The GTHapScreen® DMD kit is developed to detect carrier or affected sample for Duchenne or Becker Muscular Dystrophy. The kit functions on the principle based on STR markers and QF PCR technique to detect carrier or to be patient by linkage analysis. Use of STR markers makes prenatal diagnosis more accurate and reliable.
Kit components include multiplex PCR primers which are designed from a dystrophin gene. This gene is used commonly in carrier detection and prenatal diagnosis of Duchenne or Becker Muscular Dystrophy.

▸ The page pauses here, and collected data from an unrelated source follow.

// Equivalence classes: orbits of the automorphism group of the coloured graph
// (topological) and of its stereo-respecting subgroup (chemical).
//
// Orbits are found by an individualisation-refinement search for automorphisms
// mapping a class representative onto each candidate; every automorphism found
// merges all of its cycles at once, so most candidates need no search.
//
// Stereo model (docs/equivalence.md): every tetrahedral atom (4 neighbours, or 3
// plus a lone pair on S, Se, P, As) and every double bond outside small rings has
// a configuration, the input's when given, otherwise a canonical one. A symmetry
// either keeps every configuration (proper) or inverts every tetrahedral one
// (improper, a mirror image); double-bond geometry is kept by both. Atoms
// exchanged by such a symmetry are homotopic or enantiotopic and share a class;
// atoms only exchanged by other automorphisms are diastereotopic.

#include <nmrpred/classes.hpp>
#include <nmrpred/error.hpp>

#include <algorithm>
#include <functional>
#include <memory>
#include <numeric>
#include <string>
#include <tuple>

#include <fmt/format.h>

#include "graph/heavy_classes.hpp"
#include "graph/partition.hpp"
#include "graph/union_find.hpp"
#include "support/thread_lease.hpp"

namespace nmrpred {

namespace {

using detail::DoubleConfig;
using detail::Graph;
using detail::kUnset;
using detail::Partition;
using detail::RefineScratch;
using detail::TetraConfig;

constexpr long kNodesPerSearch = 20000;
constexpr long kNodesPerMolecule = 400000;

using detail::UnionFind;

std::uint8_t order_code(BondOrder o) { return static_cast<std::uint8_t>(o); }

std::uint64_t atom_colour(const Atom &a, std::uint32_t degree) {
  std::uint64_t c = a.atomic_number;
  c = (c << 16) | a.isotope;
  c = (c << 8) | static_cast<std::uint8_t>(a.formal_charge + 128);
  c = (c << 4) | (a.radical_electrons & 0xF);
  c = (c << 1) | (a.aromatic ? 1 : 0);
  c = (c << 8) | std::min<std::uint32_t>(degree, 255);
  return c;
}

// Elements whose three-coordinate neutral or cationic form keeps its
// configuration (sulfoxides, sulfonium ions, phosphines): common practice.
bool lone_pair_centre(const Atom &a, std::size_t degree) {
  if (degree != 3) return false;
  switch (a.atomic_number) {
    case 16:
    case 34: return a.formal_charge >= 0;
    case 15:
    case 33: return a.formal_charge == 0;
    default: return false;
  }
}

// Size of the smallest ring through bond u-v (0 if none within `limit`).
// `seen` (one flag per atom, all clear) and `visited` are scratch; `seen`
// is left clear.
int smallest_ring(const Molecule &m, std::uint32_t u, std::uint32_t v, int limit, std::vector<char> &seen,
                  std::vector<std::uint32_t> &visited) {
  // The atoms of one breadth are visited[begin, end).
  const std::size_t heavy = m.heavy_atom_count();
  visited.assign(1, u);
  seen[u] = 1;
  int found = 0;
  std::size_t begin = 0;
  for (int d = 1; d < limit && begin < visited.size() && !found; ++d) {
    const std::size_t end = visited.size();
    for (std::size_t i = begin; i < end && !found; ++i) {
      const std::uint32_t a = visited[i];
      // Hydrogens, after every heavy atom in a neighbour list, close no ring.
      for (auto it = m.neighbours_begin(a); it != m.neighbours_end(a) && *it < heavy; ++it) {
        const auto b = *it;
        if (a == u && b == v) continue;
        if (b == v) {
          found = d + 1;
          break;
        }
        if (!seen[b]) {
          seen[b] = 1;
          visited.push_back(b);
        }
      }
    }
    begin = end;
  }
  for (auto a : visited) seen[a] = 0;
  return found;
}

// Insertion sort for the few ligands of one atom, where std::sort's set-up
// costs more than the sorting.
template <class T, class Less>
void sort_few(T *first, T *last, Less less) {
  for (T *i = first + 1; i < last; ++i) {
    const T x = *i;
    T *j = i;
    for (; j > first && less(x, *(j - 1)); --j) *j = *(j - 1);
    *j = x;
  }
}

// Parity of the permutation taking `from` to `to` (both hold the same values).
bool even_permutation(std::array<std::int32_t, 4> from, const std::array<std::int32_t, 4> &to) {
  int swaps = 0;
  for (int i = 0; i < 4; ++i) {
    if (from[i] == to[i]) continue;
    for (int j = i + 1; j < 4; ++j)
      if (from[j] == to[i]) {
        std::swap(from[i], from[j]);
        ++swaps;
        break;
      }
  }
  return swaps % 2 == 0;
}

// A discrete ordering of the atoms that is canonical up to automorphism:
// individualise an atom of the first non-singleton cell and refine, until every
// cell is a singleton. Whichever atom of a cell is picked, the orderings
// obtained differ by a symmetry of the graph, so configurations derived from
// this order relate to each other the same way for every input atom order.
// `p` and `s` are the caller's buffers: p starts as the refined partition of g.
const std::vector<std::uint32_t> &canonical_positions(const Graph &g, Partition &p, RefineScratch &s) {
  s.reset(g.n);
  std::uint32_t first = 0;
  while (true) {
    while (first < g.n && p.end[first] - first == 1) ++first;
    if (first >= g.n) break;
    // A cell of leaves on one singleton parent (the hydrogens of a CH2 or
    // CH3, after the parent was fixed): individualising a member refines
    // nothing, as the only cell it touches is that parent's, so the whole
    // cell falls apart into singletons in its present order. Doing that
    // directly gives the same partition without the refinement passes.
    const std::uint32_t e = p.end[first];
    bool twin_leaves = true;
    for (std::uint32_t k = first; k < e && twin_leaves; ++k) {
      const std::uint32_t a = p.elems[k];
      if (!g.leaf[a]) {
        twin_leaves = false;
        break;
      }
      const std::uint32_t parent_cell = p.cell[g.nbr[g.off[a]]];
      twin_leaves = p.end[parent_cell] - parent_cell == 1;
    }
    if (twin_leaves) {
      for (std::uint32_t k = first; k < e; ++k) {
        p.end[k] = k + 1;
        p.cell[p.elems[k]] = k;
      }
      continue;
    }
    detail::individualize(g, p, p.elems[first], s, false);
  }
  return p.pos;
}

STR markers designed from 6 regions that covers the upstream, downstream and intron of the dystrophin gene.
This kit is optimised to use DNA samples purified from blood, amniotic fluid, and chorionic villus (CVS).
Along with Duchenne or Becker Muscular Dystrophy detection the GTHapScreen® DMD kit includes autosomal STR markers for Chromosome 21, 18, 13, X and Y. These markers provide extra advantages along with detection of diseases.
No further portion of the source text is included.